Этот авторский разбор темы "Валленштейна" кажется нам чрезвычайно поучительным. Он показывает, что политический материал предстоит поэтическому взору сперва в своей бесконечной и, так сказать, рассеянной полноте. В этой полноте он доступен именно эпической обработке. Драма начинается' с того, что поэт выбирает для своего изображения именно те немногие моменты, в которых, внутренняя связь политической жизни с ее общественной основой и человеческими страстями концентрируется со всей наглядностью; те моменты, в которых эта основа находит себе непосредственное жизненное выражение.
Но при этом сложность противоборствующих общественных тенденций, образующих политическую коллизию, никоим образом не должна упрощаться. Подобная "стилизация" (т. е. сокращение или искривление "полноты движения") исказила бы само содержание и сделала бы драматическую коллизию плоской. Простого выбора отдельных моментов здесь недостаточно, необходимо выделение именно тех из них, которые со всей полнотой и напряжением выражают всю совокупность движущих сил данной политической коллизии.
Особенно интересны и поучительны замечания Шиллера о "сухой целесообразности" и средствах к ее поэтическому преодолению. Он совершенно справедливо указывает на то, что такое преодоление может дать лишь последовательное развитие этой "целесообразности". Именно наиболее крайний и (заостренный случай обнаруживает общественно-человеческую основу этой "сухой целесообразности". В ее последовательном развитии заключается средство для преодоления непоэтического характера подобного материала. Художественная практика самого Шиллера показывает, как мало помогает в подобных случаях какая-нибудь "примесь человеческого". Такие прибавления остаются простыми вставками и "сухость" политического материала сохраняется, несмотря на эти вставки.
В то же время жизненным является в драме только то, что переходит в непосредственное (чувство, в нечто непосредственно-человеческое, Даже правильно понятый политический конфликт, наиболее умно и тонко выбранная историческая коллизия, остаются мертвыми в художественном произведении, если они ре получают непосредственного чувственного выражения. При этом совершенно безразлично, разрушается ли подлинный драматизм действия благодаря абстрактно-тенденциозному, условно-агитационному или мистическому воспроизведению данного материала. Упадок драматического искусства приводит к бессмысленным колебаниям между этими односторонними и ложными крайностями.
Шекспир великолепно показал, как наполняются человечески-жизненным элементом великие исторические коллизии. В этом отношении не лишен интереса упрек, который Гегель делает по адресу шекспирова "Макбета". Гегель указывает, что в источнике, которым пользовался Шекспир, упоминается о некоторых правах Макбета на шотландскую корону, и высказывает сожаление по поводу того, что Шекспир оставил этот мотив в стороне.

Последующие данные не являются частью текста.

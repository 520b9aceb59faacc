import fc from "fast-check";
import { describe, expect, it, vi } from "vitest";
import { SETTING_FAMILIES, FAMILY_FACTS } from "./family";
import { compare, fraction, fractionOf, over, toNumber } from "./fraction";
import { publishedRounding, roundToStep, weakerRounding, type RoundingDirection } from "./rounding";

vi.setConfig({ testTimeout: 60_000 });

const at = (value: number, direction: RoundingDirection, step: number) =>
  toNumber(roundToStep(fractionOf(value), { direction, step: fractionOf(step) }));

describe("roundToStep", () => {
  it.each([
    [0.5833, "down", 0.05, 0.55],
    [0.5833, "up", 0.05, 0.6],
    [0.5833, "nearest", 0.05, 0.6],
    [0.575, "nearest", 0.05, 0.6],
    [0.574, "nearest", 0.05, 0.55],
    [0.55, "down", 0.05, 0.55],
    [0.55, "up", 0.05, 0.55],
    [0.55, "nearest", 0.05, 0.55],
    [0.3, "up", 0.1, 0.3],
    [16.67, "up", 1, 17],
    [0, "up", 1, 0],
    [-1.2, "down", 1, -2],
    [-1.2, "up", 1, -1],
    [-1.5, "nearest", 1, -1],
  ] as const)("%s %s to steps of %s is %s", (value, direction, step, expected) => {
    expect(at(value, direction, step)).toBe(expected);
  });

  it.each([0, -0.05])("refuses a step of %s", (step) => {
    expect(() => at(1, "down", step)).toThrow(expect.objectContaining({ code: "INVALID_RANGE" }));
  });

  it("never moves by a whole step, and always lands on one", () => {
    fc.assert(
      fc.property(
        fc.integer({ min: -100_000, max: 100_000 }),
        fc.integer({ min: 1, max: 997 }),
        fc.integer({ min: 1, max: 500 }),
        fc.constantFrom<RoundingDirection>("down", "up", "nearest"),
        (numerator, denominator, stepThousandths, direction) => {
          const value = fraction(BigInt(numerator), BigInt(denominator));
          const step = fraction(BigInt(stepThousandths), 1000n);
          const rounded = roundToStep(value, { direction, step });
          expect(over(rounded, step).denominator).toBe(1n);
          expect(Math.abs(toNumber(rounded) - toNumber(value))).toBeLessThan(toNumber(step));
          if (direction === "down") expect(compare(rounded, value)).toBeLessThanOrEqual(0);
          if (direction === "up") expect(compare(rounded, value)).toBeGreaterThanOrEqual(0);
        },
      ),
      { numRuns: 10_000 },
    );
  });
});

describe("weakerRounding", () => {
  it("goes down where more means more insulin, up where more means less", () => {
    const directions = Object.fromEntries(
      SETTING_FAMILIES.filter((family) => family !== "features").map((family) => [
        family,
        weakerRounding(family, fractionOf(1)).direction,
      ]),
    );
    expect(directions).toEqual({
      basal: "down",
      limits: "down",
      carbRatio: "up",
      sensitivity: "up",
      target: "up",
      durationOfAction: "up",
    });
  });

  it("has no answer for the device's own features", () => {
    expect(FAMILY_FACTS.features.strongerWhen).toBe("unknown");
    expect(() => weakerRounding("features", fractionOf(1))).toThrow(expect.objectContaining({ code: "INVALID_INPUT" }));
  });

  it("is never stronger than the exact value, in any family", () => {
    fc.assert(
      fc.property(
        fc.constantFrom("basal", "limits", "carbRatio", "sensitivity", "target", "durationOfAction" as const),
        fc.integer({ min: 1, max: 100_000 }),
        fc.integer({ min: 1, max: 997 }),
        fc.constantFrom(0.001, 0.01, 0.025, 0.05, 0.1, 1, 5),
        (family, numerator, denominator, step) => {
          const exact = fraction(BigInt(numerator), BigInt(denominator));
          const rounded = roundToStep(exact, weakerRounding(family, fractionOf(step)));
          const isStronger =
            FAMILY_FACTS[family].strongerWhen === "higher" ? compare(rounded, exact) > 0 : compare(rounded, exact) < 0;
          expect(isStronger).toBe(false);
        },
      ),
      { numRuns: 10_000 },
    );
  });
});

describe("publishedRounding", () => {
  it("may go to the stronger side, as some printed pages did: 13.3 g printed as 13", () => {
    expect(toNumber(roundToStep(fractionOf(13.333), publishedRounding("down", 1)))).toBe(13);
  });
});
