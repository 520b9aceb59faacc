/**
 * How far a published number has been checked. The code stays with the number
 * wherever it is shown, so that a figure quoted from memory never looks like
 * one that was read.
 */
export const PROVENANCE = {
  R: "read in the source",
  A: "from the abstract",
  S: "as quoted by another page",
  M: "from memory, not verified",
  C: "computed for this page",
  CP: "common practice, no source",
} as const;

export type Provenance = keyof typeof PROVENANCE;

/**
 * The line that stands under a number: its source, and how it was read unless
 * it was read in the source itself.
 *
 * @returns for example "a 2010 paper (as quoted by another page)"
 */
export function sourceLine(source: string, provenance: Provenance): string {
  return provenance === "R" ? source : `${source} (${PROVENANCE[provenance]})`;
}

Нам кажется, что для изображения распада феодального общества этот мотив был бы излишним. В ряде своих хроник Шекспир на множестве примеров показал, что подобные юридические права не раз провозглашались совершенно произвольно в ходе борьбы самодержавия с феодализмом. В конкретном изображении английской истории он уделил этим так называемым правам ту эпизодическую роль, которой они заслуживают. Но в "Макбете" он хотел изобразить как бы квинтэссенцию величия и падения подобного героя, изобразить ее в общечеловеческом разрезе. Он с поразительной точностью и глубиной показывает психологические черты, возникающие на этой общественно-политической почве. И Шекспир совершенно прав, не желал обременять драматического рисунка всякими мелкими побочными мотивами. Следование рецепту Гегеля привело бы к драме в духе Геббеля, а не в духе Шекспира.